Oral fadrozole (FAD) administrations before auditory learning task. Performance was analyzed using combined (left), GO (middle) or NO-GO trials (right). (a-c) First vs last day whole-day performances. FAD decreased combined-trial whole-day performance (a). Hit rates were unchanged, but (b) there was a trend for an overall reduction in rejection rates (c). (d-f) Logistic regressions. FAD did not affect any learning curves parameters, except for producing a trend for a higher intercept in the GO trials due to FAD. Insets in d-f are all from one representative subject. Dots around 0 and 1 represent incorrect and correct responses respectively, which are the data used for the logistic regressions. (g-i) Reversal learning (first 50 trials of day one vs last 50 of previous day).
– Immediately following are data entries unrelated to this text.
import { afterAll, beforeAll, describe, expect, it } from "vitest"
import { asWorker, closePools } from "@/db"
import {
  addressToSignIn,
  beginSecondFactor,
  changePassword,
  confirmSecondFactor,
  describeSecondFactor,
  endOtherSessions,
  endOwnSession,
  listOwnSessions,
  type Person,
  readSession,
  removeSecondFactor,
  renewRecoveryCodes,
  requestSignInLink,
  requireFresh,
  signIn,
  signInByLink,
  stepUp,
} from "@/lib/accounts"
import { listActs } from "@/lib/audit"
import { createTestAccount } from "../support/account"
import { linkIn, mailsTo, waitForMail } from "../support/mailbox"
import { createMember, createPerson, newAddress, PASSWORD, visitor } from "../support/people"
import { codeOf } from "../support/second-factor"
import { takeSettings } from "../support/stack"

beforeAll(takeSettings)
afterAll(closePools)

/** Someone who is signed in, as they act on their own sign-in. */
async function signedIn(person: Person) {
  const opened = await signIn({ visitor: visitor(), input: { email: person.email, password: PASSWORD } })
  const { token } = opened!
  const session = (await readSession(token, new Date()))!
  return { person, session_id: session.session_id, token, visitor: visitor() }
}

async function withSecondFactor() {
  const person = await createPerson()
  const self = await signedIn(person)
  const { secret } = await beginSecondFactor(self)
  const { recovery_codes } = await confirmSecondFactor({ ...self, input: { code: codeOf(secret) } })
  return { ...self, secret, recovery_codes, input: { email: person.email, password: PASSWORD } }
}

async function linkTo(email: string): Promise<string> {
  await requestSignInLink({ visitor: visitor(), input: { email } })
  return new URL(linkIn(await waitForMail(email, "link to sign in"))).searchParams.get("token")!
}

describe("a second factor", () => {
  it("counts for nothing until a code of it was shown, and is kept sealed", async () => {
    const person = await createPerson()
    const self = await signedIn(person)
    const { secret, uri } = await beginSecondFactor(self)
    expect(uri).toContain(secret)
    await expect(confirmSecondFactor({ ...self, input: { code: "000000" } })).rejects.toMatchObject({
      code: "validation_failed",
      errors: [{ pointer: "/code" }],
    })
    expect(
      await signIn({ visitor: visitor(), input: { email: person.email, password: PASSWORD } }),
    ).toBeDefined()
    const { seed } = await asWorker((trx) =>
      trx
        .selectFrom("second_factor")
        .select("seed")
        .where("user_id", "=", person.id)
        .executeTakeFirstOrThrow(),
    )
    expect(seed.toString("utf8")).not.toContain(secret)
    expect((await describeSecondFactor({ user_id: person.id })).since).toBeNull()
  })

  it("leaves the password alone worth no session, and takes a code of the app once", async () => {
    const { secret, input, person } = await withSecondFactor()
    await expect(signIn({ visitor: visitor(), input })).rejects.toMatchObject({
      code: "second_factor_required",
    })
    expect(
      await signIn({ visitor: visitor(), input: { ...input, password: "wrong wrong wrong" } }),
    ).toBeUndefined()
    const code = codeOf(secret, 1)
    const tries = await Promise.allSettled(
      Array.from({ length: 4 }, () => signIn({ visitor: visitor(), input: { ...input, code } })),
    )
    expect(tries.filter(({ status }) => status === "fulfilled")).toHaveLength(1)
    await expect(signIn({ visitor: visitor(), input: { ...input, code } })).rejects.toMatchObject({
      code: "validation_failed",
    })
    const sessions = await asWorker((trx) =>
      trx.selectFrom("session").select("id").where("user_id", "=", person.id).execute(),
    )
    expect(sessions).toHaveLength(2)
  })

  it("takes no code that was used to set it up, and none of the time before", async () => {
    const { secret, input } = await withSecondFactor()
    for (const shift of [0, -1]) {
      await expect(
        signIn({ visitor: visitor(), input: { ...input, code: codeOf(secret, shift) } }),
      ).rejects.toMatchObject({ code: "validation_failed" })
    }
  })

  it("is stood in for by each recovery code once, of which the person is told", async () => {
    const { recovery_codes, input, person } = await withSecondFactor()
    const code = recovery_codes[3]!.toUpperCase()
    expect(await signIn({ visitor: visitor(), input: { ...input, code } })).toBeDefined()
    await expect(signIn({ visitor: visitor(), input: { ...input, code } })).rejects.toMatchObject({
      code: "validation_failed",
    })
    expect((await waitForMail(person.email, "recovery code")).text).toContain("9 are left")
    expect(await describeSecondFactor({ user_id: person.id })).toMatchObject({ recovery_codes_left: 9 })
  })

  it("cannot be guessed: wrong codes make whoever tries wait", async () => {
    const { input } = await withSecondFactor()
    const place = visitor().ip
    for (let attempt = 0; attempt < 5; attempt++) {
      await expect(
        signIn({ visitor: visitor(0, place), input: { ...input, code: "000000" } }),
      ).rejects.toMatchObject({ code: "validation_failed" })
    }
    await expect(
      signIn({ visitor: visitor(0, place), input: { ...input, code: "000000" } }),
    ).rejects.toMatchObject({ code: "rate_limited" })
  })

  it("ends every other session when it is set up and when it is removed, and the trail shows it", async () => {
    const account = await createTestAccount()
    const { person } = await createMember(account.ctx.account_id, "owner")
    const [self, other] = [await signedIn(person), await signedIn(person)]
    const { secret } = await beginSecondFactor(self)
    await confirmSecondFactor({ ...self, input: { code: codeOf(secret) } })
    expect(await readSession(other.token, new Date())).toBeUndefined()
    expect(await readSession(self.token, new Date())).toMatchObject({ second_factor: true })
    await expect(beginSecondFactor(self)).rejects.toMatchObject({ code: "conflict" })
    await removeSecondFactor(self)
    expect(await readSession(self.token, new Date())).toMatchObject({ second_factor: false })
    const acts = (await listActs({ ctx: account.ctx, input: { limit: 5 } })).map(({ action }) => action)
    expect(acts).toEqual(["person.second_factor_removed", "person.second_factor_set_up"])
    await waitForMail(person.email, "was removed")
  })

  it("gets new recovery codes, which void the old ones", async () => {
    const factor = await withSecondFactor()
    const { recovery_codes } = await renewRecoveryCodes(factor)
    await expect(
      signIn({ visitor: visitor(), input: { ...factor.input, code: factor.recovery_codes[0] } }),
    ).rejects.toMatchObject({ code: "validation_failed" })
    expect(
      await signIn({ visitor: visitor(), input: { ...factor.input, code: recovery_codes[0] } }),
    ).toBeDefined()
  })

  it("cannot be removed by a platform admin", async () => {
    const person = await createPerson({ is_admin: true })
    await expect(removeSecondFactor(await signedIn(person))).rejects.toMatchObject({ code: "forbidden" })
  })
})

describe("being fresh", () => {
  const minutes = (count: number) => new Date(Date.now() + count * 60_000)

  it("lasts ten minutes from the sign-in, and anew from a password or a code", async () => {
    const factor = await withSecondFactor()
    const read = async () => (await readSession(factor.token, new Date()))!
    requireFresh(await read(), minutes(9.9))
    expect(() => {
      requireFresh({ stepped_up_at: new Date() }, minutes(10.1))
    }).toThrowError(expect.objectContaining({ code: "step_up_required" }))
    const later = { ...factor, visitor: visitor(15 * 60_000) }
    await stepUp({ ...later, input: { password: PASSWORD } })
    requireFresh(await read(), minutes(24))
    await stepUp({ ...factor, input: { code: factor.recovery_codes[0]! } })
    requireFresh(await read(), minutes(9))
  })

  it("is not had by a wrong password, a wrong code, or another's code", async () => {
    const [factor, other] = [await withSecondFactor(), await withSecondFactor()]
    for (const input of [
      { password: `${PASSWORD}x` },
      { code: "000000" },
      { code: other.recovery_codes[0]! },
    ]) {
      await expect(stepUp({ ...factor, input })).rejects.toMatchObject({ code: "validation_failed" })
    }
  })

  it("is not had by a link", async () => {
    const person = await createPerson()
    const token = await linkTo(person.email)
    const opened = await signInByLink({ visitor: visitor(), input: { token } })
    const session = (await readSession(opened.token, new Date()))!
    expect(() => requireFresh(session, new Date())).toThrowError(
      expect.objectContaining({ code: "step_up_required" }),
    )
  })
})

describe("a person's sessions", () => {
  it("are listed with device and place, and end one by one or all others at once", async () => {
    const person = await createPerson()
    const [self, second, third] = [await signedIn(person), await signedIn(person), await signedIn(person)]
    const list = await listOwnSessions(self)
    expect(list).toHaveLength(3)
    expect(list.filter(({ is_this }) => is_this).map(({ id }) => id)).toEqual([self.session_id])
    expect(list[0]).toMatchObject({ user_agent: "test", ip: expect.stringMatching(/^2001:db8::/) })
    await endOwnSession({ ...self, input: { ended_id: second.session_id } })
    expect(await readSession(second.token, new Date())).toBeUndefined()
    await endOtherSessions(self)
    expect(await readSession(third.token, new Date())).toBeUndefined()
    expect(await readSession(self.token, new Date())).toBeDefined()
  })

  it("are not another's to end", async () => {
    const [self, other] = [await signedIn(await createPerson()), await signedIn(await createPerson())]
    await expect(endOwnSession({ ...self, input: { ended_id: other.session_id } })).rejects.toMatchObject({
      code: "not_found",
    })
    expect(await readSession(other.token, new Date())).toBeDefined()
  })

  it("end but for this one when the password changes, which takes the present one", async () => {
    const person = await createPerson()
    const [self, other] = [await signedIn(person), await signedIn(person)]
    const password = "lantern valve moss tarn"
    await expect(
      changePassword({ ...self, input: { present: "not this one at all", password } }),
    ).rejects.toMatchObject({ errors: [{ pointer: "/present" }] })
    await expect(
      changePassword({ ...self, input: { present: PASSWORD, password: "short" } }),
    ).rejects.toMatchObject({ errors: [{ pointer: "/password" }] })
    await changePassword({ ...self, input: { present: PASSWORD, password } })
    expect(await readSession(other.token, new Date())).toBeUndefined()
    expect(await readSession(self.token, new Date())).toBeDefined()
    expect(await signIn({ visitor: visitor(), input: { email: person.email, password } })).toBeDefined()
    await waitForMail(person.email, "was changed")
  })
})

describe("a link in place of the password", () => {
  it("signs in once, within half an hour, and is not used up by being looked at", async () => {
    const person = await createPerson()
    const token = await linkTo(person.email)
    const at = (shift_ms: number) => addressToSignIn({ visitor: visitor(shift_ms), input: { token } })
    expect(await at(29 * 60_000)).toBe(person.email)
    expect(await at(30 * 60_000 + 1000)).toBeUndefined()
    const opened = await signInByLink({ visitor: visitor(), input: { token } })
    expect(opened.person.id).toBe(person.id)
    await expect(signInByLink({ visitor: visitor(), input: { token } })).rejects.toMatchObject({
      code: "not_found",
    })
  })

  it("does not get around the second factor, and stays good until a code is right", async () => {
    const { secret, person } = await withSecondFactor()
    const token = await linkTo(person.email)
    const open = (code?: string) => signInByLink({ visitor: visitor(), input: { token, code } })
    await expect(open()).rejects.toMatchObject({ code: "second_factor_required" })
    await expect(open("000000")).rejects.toMatchObject({ code: "validation_failed" })
    expect((await open(codeOf(secret, 1))).person.id).toBe(person.id)
  })

  it("is sent to no unknown address, and nothing is said of it", async () => {
    const email = newAddress()
    expect(await requestSignInLink({ visitor: visitor(), input: { email } })).toBeUndefined()
    await new Promise((resolve) => setTimeout(resolve, 1_500))
    expect(await mailsTo(email)).toEqual([])
  })
})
FAD did not affect combined trials (g), but there were trends for an increase in hit rates on the first day (h) and for a decrease in rejection rate on the first day (i). *p < 0.05; ^#p < 0.1.

Figure 5.

Discrimination of previously learned tones is not impaired by oral fadrozole. Whole-day combined-trial performance is shown in (a); combined-trial logistic regressions in (b, c). Insets show GO- and NO-GO-trial performances.